Chyba takiego tematu jeszcze nie było, a natknęło mnie po kolejnym zajrzeniu do topicu "zakupy", który dla mnie osobiście jest kompletną abstrakcją.
Jak to jest z wami? I nie tylko chodzi mi o muzykę (chociaż o nią przede wszystkim), ale też i oprogramowanie, gry, książki, filmy, seriale.
Ja należę (z żalem mówię i pewnym wstydem, nie to, żebym był z tego dumny) do grupy ludzi, którzy częściej klikają na "download" niż "buy". Chociaż mam pewne zahamowania moralne.
Oprogramowanie - Pierwszą stacjonarkę i pierwszego lapka kupiłem z premedytacją bez systemu i osobiście zainstalowałem lewe Windowsy. Zresztą lapek z XP po dziś dzień śmiga, matka gra na nim w pasjansa i prowadzi jaką durną Happy Farm czy coś takiego. Ale nowy laptop oraz stacjonarka mają już praktycznie wszystko oryginalne - jakieś 300 PLN za Windowsa to nie jest majątek, korzyści moim zdaniem są duże. Staram się też aby oprogramowanie było w miarę możliwości free bądź kupione legalnie, nawet zamiast WinRar mam darmowego 7zipa. Niestety, po dziś dzień nie dorobiłem się oryginalnego Office'a, ale cały czas jest w jakimś tam dalekosiężnym planie (wersja jaką chcę kosztuje dość dużo, a jeszcze trzeba to zrobić x2), bo ten pirat jednak było nie było mocno mnie boli.
Gry - Gram raczej mało, praktycznie wcale, ale wszystkie prawie (albo nawet wszystkie, nie chce mi się teraz sprawdzać) gry, w które grałem przez ostatnie lata są oryginalne - fakt, że z jakichś złotych serii za 20 PLN (albo wielopak Tomb Raidera, 9 gier za 70 PLN), ale jednak legalne.

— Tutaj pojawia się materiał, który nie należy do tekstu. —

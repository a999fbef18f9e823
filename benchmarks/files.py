"""Cleaning a file against copying it, and peak memory against its length, as ratios from one run.

Builds Open Ephys binary recordings (int16, 30 kHz, one block at ``--freq``,
20 Hz by default, with a 1 kHz DAC staircase unless ``--no-dac``) of
``--seconds`` and of 4 times that, then, each in a
fresh process (so that peak memory is that of one job):

* a plain copy: the same reader, read in the same chunks, written by the same
  ``.dat`` writer, nothing cleaned;
* ``clean_recording`` with the default method.

Prints clean / copy throughput and the peak resident memory (``VmHWM``) of
each job, with the ratio of the 4x file to the 1x file.

    python benchmarks/files.py [--seconds 60] [--channels 8] [--workers 1] [--freq 20] [--no-dac]
"""

from __future__ import annotations

import argparse
import json
import subprocess
import sys
import tempfile
import time
from pathlib import Path


def _peak_kib() -> int:
    for line in open("/proc/self/status"):
        if line.startswith("VmHWM"):
            return int(line.split()[1])
    return -1  # pragma: no cover - not Linux


def _child(job: str, src: str, out: str, workers: int) -> None:
    import warnings

    import numpy as np

    from artifactclean.io import open_recording
    from artifactclean.io.pipeline import clean_recording
    from artifactclean.io.writers import open_writer

    rec = open_recording(src)
    t0 = time.perf_counter()
    if job == "copy":
        chunk = int(10.0 * rec.fs * min(1.0, 4 / rec.n_channels))  # the chunks clean_recording reads
        with open_writer(out, rec.fs, rec.channel_names, rec.n_samples, gain_uv=0.195) as w:
            for a in range(0, rec.n_samples, chunk):
                w.write(rec.read(a, min(rec.n_samples, a + chunk)))
            w.close({})
    else:
        with warnings.catch_warnings():
            warnings.simplefilter("ignore")
            clean_recording(rec, out, workers=workers, force=True)
    dt = time.perf_counter() - t0
    print(json.dumps(dict(seconds=dt, peak_kib=_peak_kib(), samples=int(rec.n_samples * rec.n_channels))))
    del np


def _run(job, src, out, workers=1) -> dict:
    r = subprocess.run([sys.executable, __file__, "--child", job, str(src), str(out), str(workers)],
                       capture_output=True, text=True)
    if r.returncode:
        raise RuntimeError(r.stderr)
    return json.loads(r.stdout.strip().splitlines()[-1])


def make_file(root: Path, seconds: float, channels: int, seed: int = 0, freq: float = 20.0, dac: bool = True) -> Path:
    from artifactclean.demo_files import write_openephys_binary
    from artifactclean.synthetic import ArtifactSpec, BlockSpec, NeuralSpec, simulate_recording

    rec = simulate_recording(seconds, artifact=ArtifactSpec(freq_hz=freq, dac_rate_hz=1000.0 if dac else None),
                             neural=NeuralSpec(units=[]), blocks=[BlockSpec(1.0, seconds - 1.0, ramp_s=1.0)],
                             n_channels=channels, seed=seed)
    return write_openephys_binary(root, rec.data, rec.fs)


def main(argv=None) -> dict:
    ap = argparse.ArgumentParser(description=__doc__.splitlines()[0])
    ap.add_argument("--seconds", type=float, default=60.0)
    ap.add_argument("--channels", type=int, default=8)
    ap.add_argument("--workers", type=int, default=1)
    ap.add_argument("--freq", type=float, default=20.0, help="stimulation frequency (Hz)")
    ap.add_argument("--no-dac", action="store_true", help="a smooth artifact, without a DAC staircase")
    args = ap.parse_args(argv)
    res = {}
    with tempfile.TemporaryDirectory() as tmp:
        tmp = Path(tmp)
        for k in (1, 4):
            src = make_file(tmp / f"x{k}", k * args.seconds, args.channels, seed=k, freq=args.freq, dac=not args.no_dac)
            res[k] = dict(copy=_run("copy", src, tmp / f"copy{k}.dat"),
                          clean=_run("clean", src, tmp / f"clean{k}.dat", args.workers))
    print(f"{args.channels} channels, int16 Open Ephys binary, {args.seconds:g} s and {4 * args.seconds:g} s, "
          f"{args.freq:g} Hz {'without' if args.no_dac else 'with'} a DAC, template, {args.workers} worker(s)")
    print(f"{'file':<6} {'clean / copy throughput':>24} {'copy peak MiB':>14} {'clean peak MiB':>15}")
    for k, r in res.items():
        print(f"{k}x{'':<4} {r['copy']['seconds'] / r['clean']['seconds']:>24.3f} "
              f"{r['copy']['peak_kib'] / 1024:>14.0f} {r['clean']['peak_kib'] / 1024:>15.0f}")
    print(f"peak memory of clean, 4x / 1x: {res[4]['clean']['peak_kib'] / res[1]['clean']['peak_kib']:.3f}")
    return res


if __name__ == "__main__":
    if len(sys.argv) > 1 and sys.argv[1] == "--child":
        _child(sys.argv[2], sys.argv[3], sys.argv[4], int(sys.argv[5]))
    else:
        main()
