"""How much the template's figures depend on where its gain segments fall on the cycle.

The gain is fitted per part of a cycle, the parts cut from the stimulation
model's phase origin, which follows a convention (the reference channel's
sign). Rotating every block's ``phase_ref`` by a fraction of a cycle moves
only those parts (the template's bins and the DAC grids follow the phase).
For each trace (the acceptance traces: 4 mV, harmonics, 2% heartbeat, 1%
respiration, 40 ppm drift, a locked unit) this prints the worst channel's LFP
error away from the +-3 Hz bands, and the spike-band residual, at each
offset. Channel gains of mixed signs (the acceptance traces) or of one sign.

    python benchmarks/segment_offset.py [--freqs 10] [--seeds 1] [--heart pulse] [--seconds 20]
                                        [--offsets 0 0.0833 0.1667 0.25 0.3333 0.4167 0.5]
"""

from __future__ import annotations

import argparse
import copy
import dataclasses
import warnings

import numpy as np

GAINS = {"mixed": (1.0, -0.7, 0.45, -1.2), "one-sign": (1.0, 0.7, 0.45, 1.2)}


def main(argv=None) -> list[dict]:
    from artifactclean.estimators import TemplateSubtraction
    from artifactclean.estimators.base import _fit_model
    from artifactclean.evaluation import score_cleaning
    from artifactclean.scenarios import SCENARIOS, locked_units
    from artifactclean.synthetic import NeuralSpec, simulate_recording

    ap = argparse.ArgumentParser(description=__doc__.splitlines()[0])
    ap.add_argument("--freqs", type=float, nargs="+", default=[10.0])
    ap.add_argument("--seeds", type=int, nargs="+", default=[1])
    ap.add_argument("--heart", choices=("pulse", "sine"), default="pulse")
    ap.add_argument("--seconds", type=float, default=20.0)
    ap.add_argument("--offsets", type=float, nargs="+", default=[0, 1 / 12, 1 / 6, 1 / 4, 1 / 3, 5 / 12, 1 / 2],
                    help="fractions of a cycle")
    args = ap.parse_args(argv)
    warnings.simplefilter("ignore")
    print(f"'template', {args.seconds:g} s traces, {args.heart} heartbeat; worst channel, LFP away / spike band "
          "by offset (cycles): " + " ".join(f"{d:.3f}" for d in args.offsets))
    rows = []
    for f in args.freqs:
        for seed in args.seeds:
            for name, gains in GAINS.items():
                art = dataclasses.replace(SCENARIOS["modulated_20hz"][0], freq_hz=f, channel_gains=gains)
                if args.heart == "sine":
                    art = dataclasses.replace(art, heart_harmonics=())
                rec = simulate_recording(args.seconds, artifact=art, neural=NeuralSpec(units=locked_units()),
                                         seed=seed)
                model = _fit_model(rec.data, rec.fs, None, None)
                figures = []
                for d in args.offsets:
                    turned = copy.deepcopy(model)
                    for blk in turned.blocks:
                        blk.phase_ref = blk.phase_ref + 2 * np.pi * d
                    s = score_cleaning(rec, TemplateSubtraction().fit_transform(rec.data, fs=rec.fs, stim_model=turned))
                    figures.append((max(s["lfp_error_away"]), max(s["spikeband_residual"])))
                rows.append(dict(freq_hz=f, seed=seed, gains=name, figures=figures))
                print(f"{f:5g} Hz seed {seed} {name:<8} " + " ".join(f"{a:.3f}/{b:.3f}" for a, b in figures),
                      flush=True)
    return rows


if __name__ == "__main__":
    main()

Książki - Na moich półkach stoi łącznie ponad 300 woluminów, jak nie więcej, kiedyś kupowałem namiętnie, troszkę przystopowałem kiedy zorientowałem się, że tempo czytania jest wolniejsze od tempa kupowania. Z czasem jednak troszkę się popsułem, a konkretnie - kiedy odkryłem Kindle'a. Obiecałem sobie, że w życiu, choćby nie wiem co, nie kupię książki w takiej cenie, jak oni mi oferują - czyli wersja elektroniczna kosztująca prawie tyle samo, co papierowa. Bez skrupułów zasysam z chomika czy innego źródła kolejne MOBIki, chociaż wciąż zdarza mi się kupić coś papierowego. Aha, i stosuję zasadę "płacę tylko artystom, nie pasożytom", czyli książki autorów nieżyjących ssam bez wahania i wyrzutów sumienia, żyjących czasem coś kupię (chociaż, niestety, nie zawsze). Kupuję też i książki wybitne, które urzekły mnie na czytniku.

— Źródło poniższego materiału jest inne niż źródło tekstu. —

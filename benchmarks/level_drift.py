"""An electrode's level under the artifact: a DC offset and its drift, per method.

A DC-coupled amplifier holds tens of millivolts of electrode offset, and the
offset drifts. One synthetic trace per frequency (the estimator issue's: 4 mV
with harmonics, 2% heartbeat and 1% respiration modulation, 40 ppm drift, 1 s
ramps, channel gains 1, -0.7, 0.45, -1.2, the locked unit and three others)
is cleaned as drawn, with a per-channel offset (10-40 mV), with a drifting
level (a sine of ``--drift-uv`` at ``--drift-hz``, a random phase per
channel) and with both; the offset and drift are subtracted from the output
before scoring, so every row measures what they did to the cleaning.
Printed per method and case, worst channel: spike-band residual (x noise),
residual within +-3 Hz of the harmonics (x neural), LFP error away from
those bands and spike recall. Figures, not seconds.

    python benchmarks/level_drift.py [--freqs 5 40] [--methods template regression pca] [--seconds 20]
                                     [--drift-uv 2000] [--drift-hz 0.02] [--seed 1]
"""

from __future__ import annotations

import argparse
import dataclasses
import warnings


def main(argv=None) -> list[dict]:
    import numpy as np

    from artifactclean import clean
    from artifactclean.evaluation import score_cleaning
    from artifactclean.scenarios import SCENARIOS, locked_units
    from artifactclean.synthetic import NeuralSpec, simulate_recording

    ap = argparse.ArgumentParser(description=__doc__.splitlines()[0])
    ap.add_argument("--freqs", type=float, nargs="+", default=[5, 40])
    ap.add_argument("--methods", nargs="+", default=["template", "regression", "pca"])
    ap.add_argument("--seconds", type=float, default=20.0)
    ap.add_argument("--drift-uv", type=float, default=2000.0, help="the drift's amplitude (uV)")
    ap.add_argument("--drift-hz", type=float, default=0.02, help="the drift's frequency (Hz)")
    ap.add_argument("--seed", type=int, default=1)
    args = ap.parse_args(argv)
    if not args.drift_hz > 0:
        ap.error(f"--drift-hz must be positive, got {args.drift_hz}")
    warnings.simplefilter("ignore")
    rng = np.random.default_rng(args.seed + 1000)
    offset = np.array([20000.0, -10000.0, 6000.0, 40000.0])[:, None]
    print(f"{args.seconds:g} s traces, seed {args.seed}; offsets 20, -10, 6, 40 mV; drift {args.drift_uv:g} uV at "
          f"{args.drift_hz:g} Hz; worst channel")
    print(f"{'method':<11} {'Hz':>3} {'level':<14} {'spike-band':>10} {'+-3 Hz':>7} {'away':>6} {'recall':>7}")
    rows = []
    for f in args.freqs:
        art = dataclasses.replace(SCENARIOS["modulated_20hz"][0], freq_hz=f)
        rec = simulate_recording(args.seconds, artifact=art, neural=NeuralSpec(units=locked_units()), seed=args.seed)
        t = np.arange(rec.data.shape[1]) / rec.fs
        drift = args.drift_uv * np.sin(2 * np.pi * args.drift_hz * t + rng.uniform(0, 2 * np.pi, (rec.data.shape[0], 1)))
        for method in args.methods:
            for case, added in (("as drawn", 0.0), ("offset", offset), ("drift", drift), ("offset+drift", offset + drift)):
                s = score_cleaning(rec, clean(rec.data + added, rec.fs, method=method) - added)
                row = dict(method=method, freq_hz=f, case=case, spikeband=max(s["spikeband_residual"]),
                           band=max(s["lfp_band_ratio"]), away=max(s["lfp_error_away"]), recall=s["recall_ratio"])
                rows.append(row)
                print(f"{method:<11} {f:>3g} {case:<14} {row['spikeband']:>10.3f} {row['band']:>7.2f} {row['away']:>6.3f} "
                      f"{row['recall']:>7.3f}", flush=True)
    return rows


if __name__ == "__main__":
    main()
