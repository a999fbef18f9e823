"""One trace at 30 kHz and decimated to the rates of scalp and LFP systems: the LFP figures at each.

A synthetic trace (the estimator issue's: 4 mV with harmonics, 2% heartbeat
and 1% respiration modulation, 40 ppm drift, 1 s ramps, channel gains 1,
-0.7, 0.45, -1.2; no units, as there is no spike band at these rates) is
cleaned at 30 kHz, then decimated (``scipy.signal.resample_poly``, data and
neural truth alike) and cleaned again at each lower rate. Printed per
method and rate, worst channel: the residual within +-3 Hz of the harmonics
below 80 Hz (x the neural power there) and the LFP error away from those
bands, and the factor the cycle estimators upsampled the block by
(``resampling.py``; 1 = not upsampled). The same draw at every rate, so
differences come from the rate, not from the draw. Figures, not seconds.

    python benchmarks/low_rates.py [--freqs 5 10 20 40] [--rates 2000 1000 500] [--methods template regression pca]
                                   [--seconds 20] [--seed 1]
"""

from __future__ import annotations

import argparse
import dataclasses
import warnings


def main(argv=None) -> list[dict]:
    import numpy as np
    from scipy import signal

    from artifactclean import make_estimator
    from artifactclean.evaluation import _lfp_figures
    from artifactclean.scenarios import SCENARIOS
    from artifactclean.synthetic import NeuralSpec, simulate_recording

    ap = argparse.ArgumentParser(description=__doc__.splitlines()[0])
    ap.add_argument("--freqs", type=float, nargs="+", default=[5, 10, 20, 40])
    ap.add_argument("--rates", type=int, nargs="+", default=[2000, 1000, 500],
                    help="rates (Hz) that divide 30000: the trace is decimated to each")
    ap.add_argument("--methods", nargs="+", default=["template", "regression", "pca"])
    ap.add_argument("--seconds", type=float, default=20.0)
    ap.add_argument("--seed", type=int, default=1)
    args = ap.parse_args(argv)
    fs0 = 30000
    bad = [r for r in args.rates if r <= 0 or fs0 % r]
    if bad:
        ap.error(f"--rates must divide {fs0} Hz, got {bad}")
    warnings.simplefilter("ignore")
    print(f"{args.seconds:g} s traces, seed {args.seed}, 4 channels; worst channel")
    print(f"{'method':<11} {'Hz':>3} {'rate Hz':>8} {'upsampled':>9} {'+-3 Hz':>7} {'away':>6}")
    rows = []
    for f in args.freqs:
        art = dataclasses.replace(SCENARIOS["modulated_20hz"][0], freq_hz=f)
        rec = simulate_recording(args.seconds, fs=float(fs0), artifact=art, neural=NeuralSpec(units=[]), seed=args.seed)
        stim = ~np.isnan(rec.stim_phase)
        for method in args.methods:
            for rate in [fs0] + sorted(args.rates, reverse=True):
                q = fs0 // rate
                x, neural, on = (rec.data, rec.neural, stim) if q == 1 else \
                    (signal.resample_poly(rec.data, 1, q, axis=1), signal.resample_poly(rec.neural, 1, q, axis=1),
                     stim[::q])
                est = make_estimator(method)
                out = est.fit_transform(x, fs=float(rate))
                figs = [_lfp_figures((out[c] - neural[c])[on], neural[c][on], float(rate), f)
                        for c in range(x.shape[0])]
                up = max([b.get("upsampled_by", 1) for b in est.report_.get("blocks", [])], default=1)
                row = dict(method=method, freq_hz=f, rate_hz=rate, upsampled_by=up,
                           band=max(b for b, _ in figs), away=max(a for _, a in figs))
                rows.append(row)
                print(f"{method:<11} {f:>3g} {rate:>8d} {up:>9d} {row['band']:>7.2f} {row['away']:>6.3f}", flush=True)
    return rows


if __name__ == "__main__":
    main()
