"""Template subtraction against the acceptance figures of the spine issue."""

import dataclasses
import warnings
import numpy as np
import pytest
from sklearn.base import clone

from artifactclean import TemplateSubtraction, clean
from artifactclean.evaluation import score_cleaning
from artifactclean.stimulation import fit_stimulation
from artifactclean.synthetic import ArtifactSpec, BlockSpec, NeuralSpec, UnitSpec, simulate_recording

from conftest import units4


def _check_acceptance(rec, stim_freq):
    y = clean(rec.data, rec.fs, stim_freq=stim_freq, method="template")
    s = score_cleaning(rec, y)
    assert max(s["spikeband_residual"]) <= 0.1, s["spikeband_residual"]
    assert s["recall_ratio"] >= 0.99
    assert s["sixth_recall_min_over_max"] >= 0.95
    assert abs(s["delta_ppc"]) <= 2e-4
    return s


def test_acceptance_20hz_modulated_drifting(rec20):
    s = _check_acceptance(rec20, 20.0)
    assert max(s["harmonic_residual"]) < 5.0
    # heartbeat sidebands within +-3 Hz followed; a gain low-passed at 4 Hz left 1.6 here and
    # 0.36 LFP error away from the bands (the goal there, 0.05, is not yet met)
    assert max(s["lfp_band_ratio"]) <= 2.0, s["lfp_band_ratio"]
    assert max(s["lfp_error_away"]) <= 0.15, s["lfp_error_away"]


def test_acceptance_10hz_dac_staircase(rec10_dac):
    _check_acceptance(rec10_dac, 10.0)
    est = TemplateSubtraction().fit(rec10_dac.data, fs=rec10_dac.fs, stim_freq=10.0)
    assert est.report_["blocks"][0]["dac_ticks_per_cycle"] == 100


@pytest.mark.parametrize("kind", ["off", "sham"])
def test_no_stimulation_no_change(kind):
    if kind == "off":
        rec = simulate_recording(8.0, artifact=ArtifactSpec(amplitude_uv=0.0), seed=21)
        keep = slice(None)
    else:
        rec = simulate_recording(12.0, blocks=[BlockSpec(3.0, 0.0, kind="sham", ramp_s=2.0)], seed=22)
        keep = np.r_[0:int(2.5 * rec.fs), int(7.5 * rec.fs):rec.n_samples]  # away from the sham's ramps
    if kind == "off":
        with pytest.warns(UserWarning, match="no stimulation found"):
            y = clean(rec.data, rec.fs, stim_freq=20.0)
    else:
        y = clean(rec.data, rec.fs, stim_freq=20.0)
    noise = rec.spec["neural"]["noise_uv"]
    assert np.max(np.abs(y[:, keep] - rec.data[:, keep])) <= 0.01 * noise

Filmy - Ogólnie oglądam mało, głównie ściągnięte z sieci - do kina nie chodzę, bo mam daleko (wiocha, rybo dwudyszna wiocha) i za drogo, ale kilkanaście DVD (m.in. trylogia Godfather albo Pulp Fiction) mam na półce, bo czasem kiedy uznam, że coś jest warte kupienia, kupuję.
Seriale - Tylko i wyłącznie Internet. O oglądaniu w TV nie ma mowy, wolę oglądać bezpośrednio po premierze odcinka, bez jеbanego lektora (kto w ogóle wpadł na ten idiotyczny pomysł?). BOXów z sezonami też nie kupuję, bo wszystko, co warte obejrzenia, już obejrzałem zanim wejdzie do sprzedaży.

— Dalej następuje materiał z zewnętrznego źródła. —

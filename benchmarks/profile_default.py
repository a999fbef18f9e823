"""Where the default method's time goes: a profile, as shares of the total.

Runs ``clean`` (the default method) under :mod:`cProfile` on a named
synthetic scenario and prints the functions that take the largest share of
the run's own time, and of its cumulative time. Shares, not seconds: they
hold on a noisy shared machine and say where optimising pays.

    python benchmarks/profile_default.py [--scenario modulated_20hz_dac] [--seconds 20] [--top 15]
"""

from __future__ import annotations

import argparse
import cProfile
import pstats
import warnings


def main(argv=None) -> list[tuple[str, float, float]]:
    from artifactclean import DEFAULT_METHOD, clean
    from artifactclean.scenarios import SCENARIOS, make_scenario

    ap = argparse.ArgumentParser(description=__doc__.splitlines()[0])
    ap.add_argument("--scenario", default="modulated_20hz_dac", choices=sorted(SCENARIOS))
    ap.add_argument("--seconds", type=float, default=20.0)
    ap.add_argument("--top", type=int, default=15)
    args = ap.parse_args(argv)
    warnings.simplefilter("ignore")
    rec = make_scenario(args.scenario, seed=1, duration_s=args.seconds)
    clean(rec.data[:, : int(5 * rec.fs)], rec.fs)  # compile the kernels outside the profile
    prof = cProfile.Profile()
    prof.runcall(clean, rec.data, rec.fs)
    stats = pstats.Stats(prof)
    total = sum(v[2] for v in stats.stats.values())  # own time of every function
    rows = []
    for (file, line, name), (_, _, own, cum, _) in stats.stats.items():
        where = f"{file.rsplit('/', 2)[-1]}:{line}({name})" if line else name
        rows.append((where, own / total, cum / total))
    rows.sort(key=lambda r: -r[1])
    print(f"{DEFAULT_METHOD!r} on {args.scenario}, {rec.data.shape[0]} channels x {args.seconds:g} s")
    print(f"{'function':<60} {'own share':>10} {'cumulative':>11}")
    for where, own, cum in rows[: args.top]:
        print(f"{where[:60]:<60} {own:>10.3f} {cum:>11.3f}")
    return rows


if __name__ == "__main__":
    main()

Muzyka - Nie kupuję. W ogóle. Skończyłem mniej więcej w momencie, w którym wycofano kasety. Od tego momentu nie było mnie stać, a moja ochota na kolekcjonowanie legalnych płyt minęła ostatecznie mniej więcej w momencie kiedy przez 10 minut obracałem w Media Markcie w ręku pudełko płytę Innuendo wiadomego zespołu za 55 zł z myślą - czy aby na pewno warto? W końcu z całą należną sytuacji świadomą hipokryzją stwierdziłem, że wolę okradać niż być okradanym. A całą dyskografię Queen (i nie tylko) mam na HDD. Kiedyś, kiedy nareszcie zakup płyty będzie dla mnie takim samym obciążeniem jak dla Niemca czy Brytyjczyka być może zalegalizuję swoją kolekcję.
Ale jest wyjątek:
Koncerty - Stoi u mnie na półce tego ok. 10 płyt, w planie kolejne. Kupuję co prawda tylko używki na allegro po ~20-30 PLN, więc i tak koncerny gówno ze mnie mają, ale ładnie wygląda na półce, a i przyjemność kiedy otworzy się ładne pudełko i wyciągnie płytę (tłoczoną, żadną nagrywaną) z kolorowym wydrukiem nieporównywalna do odtwarzania czegokolwiek na kompie.
Samego siebie uważam pod względem legalności ta taką średnią krajową (a nawet nieco wyżej), ale ciekaw jestem jak wyjdzie w konfrontacji z wami.